**What to do:** Go through the entries below. Copy out every line that contains "coalesces".

**Task input:**

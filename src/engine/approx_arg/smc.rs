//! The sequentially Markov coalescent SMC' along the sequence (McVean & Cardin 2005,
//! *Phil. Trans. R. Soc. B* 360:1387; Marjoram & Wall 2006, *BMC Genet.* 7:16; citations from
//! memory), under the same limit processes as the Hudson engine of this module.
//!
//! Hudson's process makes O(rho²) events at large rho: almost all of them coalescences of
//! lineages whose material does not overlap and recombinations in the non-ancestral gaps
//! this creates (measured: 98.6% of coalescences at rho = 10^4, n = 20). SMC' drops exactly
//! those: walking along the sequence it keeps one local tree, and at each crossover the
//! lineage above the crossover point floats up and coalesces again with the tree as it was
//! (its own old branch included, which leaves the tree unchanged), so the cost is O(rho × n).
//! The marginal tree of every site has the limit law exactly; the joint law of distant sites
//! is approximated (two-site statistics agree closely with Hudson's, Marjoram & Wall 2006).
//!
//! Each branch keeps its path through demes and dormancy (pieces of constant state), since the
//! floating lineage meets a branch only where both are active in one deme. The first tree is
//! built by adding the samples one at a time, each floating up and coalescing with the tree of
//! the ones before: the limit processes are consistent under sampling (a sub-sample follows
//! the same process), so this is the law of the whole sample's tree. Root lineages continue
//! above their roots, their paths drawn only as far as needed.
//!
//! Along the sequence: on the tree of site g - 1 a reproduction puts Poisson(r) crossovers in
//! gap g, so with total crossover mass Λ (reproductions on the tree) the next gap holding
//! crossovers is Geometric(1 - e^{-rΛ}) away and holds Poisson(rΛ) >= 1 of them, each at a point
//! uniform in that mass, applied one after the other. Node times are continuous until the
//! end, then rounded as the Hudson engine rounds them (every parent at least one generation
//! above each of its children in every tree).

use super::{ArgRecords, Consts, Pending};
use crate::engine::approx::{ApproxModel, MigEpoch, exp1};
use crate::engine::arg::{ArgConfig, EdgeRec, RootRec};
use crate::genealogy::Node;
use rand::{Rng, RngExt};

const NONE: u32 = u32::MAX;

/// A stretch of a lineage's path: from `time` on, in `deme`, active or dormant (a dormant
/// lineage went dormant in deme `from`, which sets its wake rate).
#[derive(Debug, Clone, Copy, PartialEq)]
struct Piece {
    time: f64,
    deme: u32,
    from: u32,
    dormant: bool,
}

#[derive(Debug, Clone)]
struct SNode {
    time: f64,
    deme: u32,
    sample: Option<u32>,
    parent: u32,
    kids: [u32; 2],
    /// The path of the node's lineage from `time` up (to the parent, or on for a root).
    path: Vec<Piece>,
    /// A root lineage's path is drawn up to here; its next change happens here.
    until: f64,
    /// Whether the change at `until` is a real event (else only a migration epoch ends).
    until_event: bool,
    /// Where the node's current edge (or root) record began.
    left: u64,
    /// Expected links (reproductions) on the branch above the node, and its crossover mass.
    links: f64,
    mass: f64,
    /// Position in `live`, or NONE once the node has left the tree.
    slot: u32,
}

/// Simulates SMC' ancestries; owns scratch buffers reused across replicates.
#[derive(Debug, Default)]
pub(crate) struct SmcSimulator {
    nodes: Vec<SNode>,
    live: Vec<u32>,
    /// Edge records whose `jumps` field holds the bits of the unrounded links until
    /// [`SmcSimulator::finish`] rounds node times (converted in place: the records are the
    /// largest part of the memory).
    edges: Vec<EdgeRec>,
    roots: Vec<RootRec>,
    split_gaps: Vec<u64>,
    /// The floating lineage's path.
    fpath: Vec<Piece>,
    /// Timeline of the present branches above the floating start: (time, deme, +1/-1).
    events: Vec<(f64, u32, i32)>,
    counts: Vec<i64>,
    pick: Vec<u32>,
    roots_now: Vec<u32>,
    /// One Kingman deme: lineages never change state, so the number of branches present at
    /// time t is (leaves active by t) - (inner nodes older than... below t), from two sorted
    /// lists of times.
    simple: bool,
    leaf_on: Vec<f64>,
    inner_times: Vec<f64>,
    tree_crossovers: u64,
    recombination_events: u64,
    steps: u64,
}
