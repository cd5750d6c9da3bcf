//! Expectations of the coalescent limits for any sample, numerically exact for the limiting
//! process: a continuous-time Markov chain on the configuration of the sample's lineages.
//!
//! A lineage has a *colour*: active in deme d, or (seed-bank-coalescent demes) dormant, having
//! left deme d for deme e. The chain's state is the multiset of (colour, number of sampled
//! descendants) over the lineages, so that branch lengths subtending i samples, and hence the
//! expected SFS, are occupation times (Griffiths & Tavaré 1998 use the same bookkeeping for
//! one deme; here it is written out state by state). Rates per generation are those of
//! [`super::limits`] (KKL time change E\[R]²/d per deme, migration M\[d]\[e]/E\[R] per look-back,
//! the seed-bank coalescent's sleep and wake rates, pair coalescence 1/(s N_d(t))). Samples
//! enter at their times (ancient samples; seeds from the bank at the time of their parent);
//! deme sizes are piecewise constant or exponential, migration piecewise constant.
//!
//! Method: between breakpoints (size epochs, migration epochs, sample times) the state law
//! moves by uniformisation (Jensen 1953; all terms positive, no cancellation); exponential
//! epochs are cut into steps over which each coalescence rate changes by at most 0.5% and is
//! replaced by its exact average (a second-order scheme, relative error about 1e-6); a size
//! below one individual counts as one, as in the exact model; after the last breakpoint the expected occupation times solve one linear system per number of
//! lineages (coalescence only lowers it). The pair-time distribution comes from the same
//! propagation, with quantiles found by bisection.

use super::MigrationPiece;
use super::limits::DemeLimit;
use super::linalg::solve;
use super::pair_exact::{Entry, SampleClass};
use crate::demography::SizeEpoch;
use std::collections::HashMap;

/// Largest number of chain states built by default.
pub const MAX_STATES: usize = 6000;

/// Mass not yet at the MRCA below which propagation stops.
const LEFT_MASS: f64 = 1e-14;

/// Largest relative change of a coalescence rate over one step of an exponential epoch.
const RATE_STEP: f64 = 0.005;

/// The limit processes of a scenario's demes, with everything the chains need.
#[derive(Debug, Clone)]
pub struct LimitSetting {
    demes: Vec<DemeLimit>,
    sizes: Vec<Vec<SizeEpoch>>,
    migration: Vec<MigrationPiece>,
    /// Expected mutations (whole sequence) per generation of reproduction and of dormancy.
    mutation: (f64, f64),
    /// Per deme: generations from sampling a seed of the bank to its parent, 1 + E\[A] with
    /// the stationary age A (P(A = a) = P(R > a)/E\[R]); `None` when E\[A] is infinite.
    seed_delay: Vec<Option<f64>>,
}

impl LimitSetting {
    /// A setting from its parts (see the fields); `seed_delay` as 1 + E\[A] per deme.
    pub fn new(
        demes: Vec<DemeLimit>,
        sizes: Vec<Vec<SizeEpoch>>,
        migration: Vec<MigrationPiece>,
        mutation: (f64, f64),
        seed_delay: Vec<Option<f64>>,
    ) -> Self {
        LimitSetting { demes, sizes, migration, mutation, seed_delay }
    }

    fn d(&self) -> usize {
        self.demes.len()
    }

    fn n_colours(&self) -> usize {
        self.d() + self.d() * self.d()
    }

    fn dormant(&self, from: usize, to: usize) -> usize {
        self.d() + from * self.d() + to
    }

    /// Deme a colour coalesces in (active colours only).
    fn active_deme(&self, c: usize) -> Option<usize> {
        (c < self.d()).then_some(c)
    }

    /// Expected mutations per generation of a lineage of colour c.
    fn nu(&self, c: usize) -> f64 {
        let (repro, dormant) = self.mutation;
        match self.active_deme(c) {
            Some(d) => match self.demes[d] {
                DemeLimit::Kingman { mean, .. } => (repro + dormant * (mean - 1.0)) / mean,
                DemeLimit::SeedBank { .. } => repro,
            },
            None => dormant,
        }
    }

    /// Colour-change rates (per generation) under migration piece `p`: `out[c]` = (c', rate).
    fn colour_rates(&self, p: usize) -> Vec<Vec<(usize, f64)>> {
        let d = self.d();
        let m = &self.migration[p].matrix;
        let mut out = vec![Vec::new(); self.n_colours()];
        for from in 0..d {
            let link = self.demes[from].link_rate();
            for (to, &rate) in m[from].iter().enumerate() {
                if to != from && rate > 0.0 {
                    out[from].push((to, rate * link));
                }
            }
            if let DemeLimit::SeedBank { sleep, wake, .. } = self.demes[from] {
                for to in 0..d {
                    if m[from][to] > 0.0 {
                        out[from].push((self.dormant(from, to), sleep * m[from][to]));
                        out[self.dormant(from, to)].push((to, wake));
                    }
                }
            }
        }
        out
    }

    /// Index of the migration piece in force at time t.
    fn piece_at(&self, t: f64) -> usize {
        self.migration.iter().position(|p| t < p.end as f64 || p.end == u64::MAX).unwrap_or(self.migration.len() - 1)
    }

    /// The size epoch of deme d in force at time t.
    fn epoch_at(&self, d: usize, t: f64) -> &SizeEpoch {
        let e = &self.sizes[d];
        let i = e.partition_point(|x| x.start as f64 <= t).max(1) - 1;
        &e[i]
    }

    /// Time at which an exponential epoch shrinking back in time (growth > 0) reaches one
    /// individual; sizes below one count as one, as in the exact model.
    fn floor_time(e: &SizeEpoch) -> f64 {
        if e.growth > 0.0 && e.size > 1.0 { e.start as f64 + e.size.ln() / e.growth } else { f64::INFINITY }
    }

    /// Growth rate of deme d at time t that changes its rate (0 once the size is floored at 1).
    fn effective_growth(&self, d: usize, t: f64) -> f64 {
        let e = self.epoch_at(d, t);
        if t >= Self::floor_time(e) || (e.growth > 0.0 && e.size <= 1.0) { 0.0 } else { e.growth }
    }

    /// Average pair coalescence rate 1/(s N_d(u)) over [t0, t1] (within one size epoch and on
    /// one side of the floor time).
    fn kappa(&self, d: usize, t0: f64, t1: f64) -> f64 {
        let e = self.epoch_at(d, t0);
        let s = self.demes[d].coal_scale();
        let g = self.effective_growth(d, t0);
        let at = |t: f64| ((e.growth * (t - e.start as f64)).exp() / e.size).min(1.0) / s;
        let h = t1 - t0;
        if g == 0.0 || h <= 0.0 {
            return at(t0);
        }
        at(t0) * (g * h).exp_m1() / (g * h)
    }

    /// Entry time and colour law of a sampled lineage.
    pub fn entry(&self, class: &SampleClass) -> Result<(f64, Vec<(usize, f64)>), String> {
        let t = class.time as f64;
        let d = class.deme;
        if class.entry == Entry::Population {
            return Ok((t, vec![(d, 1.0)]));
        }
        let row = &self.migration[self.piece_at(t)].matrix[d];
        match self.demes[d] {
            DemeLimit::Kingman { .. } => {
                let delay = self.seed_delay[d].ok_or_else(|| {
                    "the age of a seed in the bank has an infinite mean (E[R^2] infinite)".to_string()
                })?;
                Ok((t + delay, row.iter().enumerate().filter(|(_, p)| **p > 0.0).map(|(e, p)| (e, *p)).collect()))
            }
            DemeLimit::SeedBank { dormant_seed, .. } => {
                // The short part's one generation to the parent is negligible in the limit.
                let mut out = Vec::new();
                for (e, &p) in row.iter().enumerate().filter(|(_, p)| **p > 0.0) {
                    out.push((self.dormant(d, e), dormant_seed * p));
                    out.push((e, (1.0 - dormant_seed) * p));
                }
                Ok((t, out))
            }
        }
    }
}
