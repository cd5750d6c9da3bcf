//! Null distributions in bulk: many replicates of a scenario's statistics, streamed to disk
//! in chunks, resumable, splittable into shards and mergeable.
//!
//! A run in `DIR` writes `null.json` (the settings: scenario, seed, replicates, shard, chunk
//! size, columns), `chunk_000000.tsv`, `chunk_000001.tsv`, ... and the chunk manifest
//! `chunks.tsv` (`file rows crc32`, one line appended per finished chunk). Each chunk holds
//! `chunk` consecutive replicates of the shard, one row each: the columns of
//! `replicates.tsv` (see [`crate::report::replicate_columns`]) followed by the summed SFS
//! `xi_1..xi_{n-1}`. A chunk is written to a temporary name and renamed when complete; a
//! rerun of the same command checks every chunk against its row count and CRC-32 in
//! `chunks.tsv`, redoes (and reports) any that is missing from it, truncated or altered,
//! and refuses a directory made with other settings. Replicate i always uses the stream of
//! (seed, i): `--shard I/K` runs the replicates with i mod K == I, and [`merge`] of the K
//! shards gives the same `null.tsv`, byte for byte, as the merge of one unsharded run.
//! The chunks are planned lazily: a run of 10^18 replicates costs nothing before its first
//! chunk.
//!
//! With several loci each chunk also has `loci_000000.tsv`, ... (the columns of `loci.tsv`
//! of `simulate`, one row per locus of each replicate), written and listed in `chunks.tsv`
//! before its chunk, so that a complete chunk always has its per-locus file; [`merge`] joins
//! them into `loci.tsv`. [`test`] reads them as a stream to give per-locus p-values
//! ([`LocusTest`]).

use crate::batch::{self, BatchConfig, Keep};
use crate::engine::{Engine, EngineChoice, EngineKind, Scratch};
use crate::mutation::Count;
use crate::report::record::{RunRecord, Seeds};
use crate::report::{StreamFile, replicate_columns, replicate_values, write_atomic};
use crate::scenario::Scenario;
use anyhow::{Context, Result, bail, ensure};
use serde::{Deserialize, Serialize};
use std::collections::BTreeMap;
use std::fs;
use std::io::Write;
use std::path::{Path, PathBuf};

**Task result:**
//! lineage above the crossover point floats up and coalesces again with the tree as it was
    /// Deme a colour coalesces in (active colours only).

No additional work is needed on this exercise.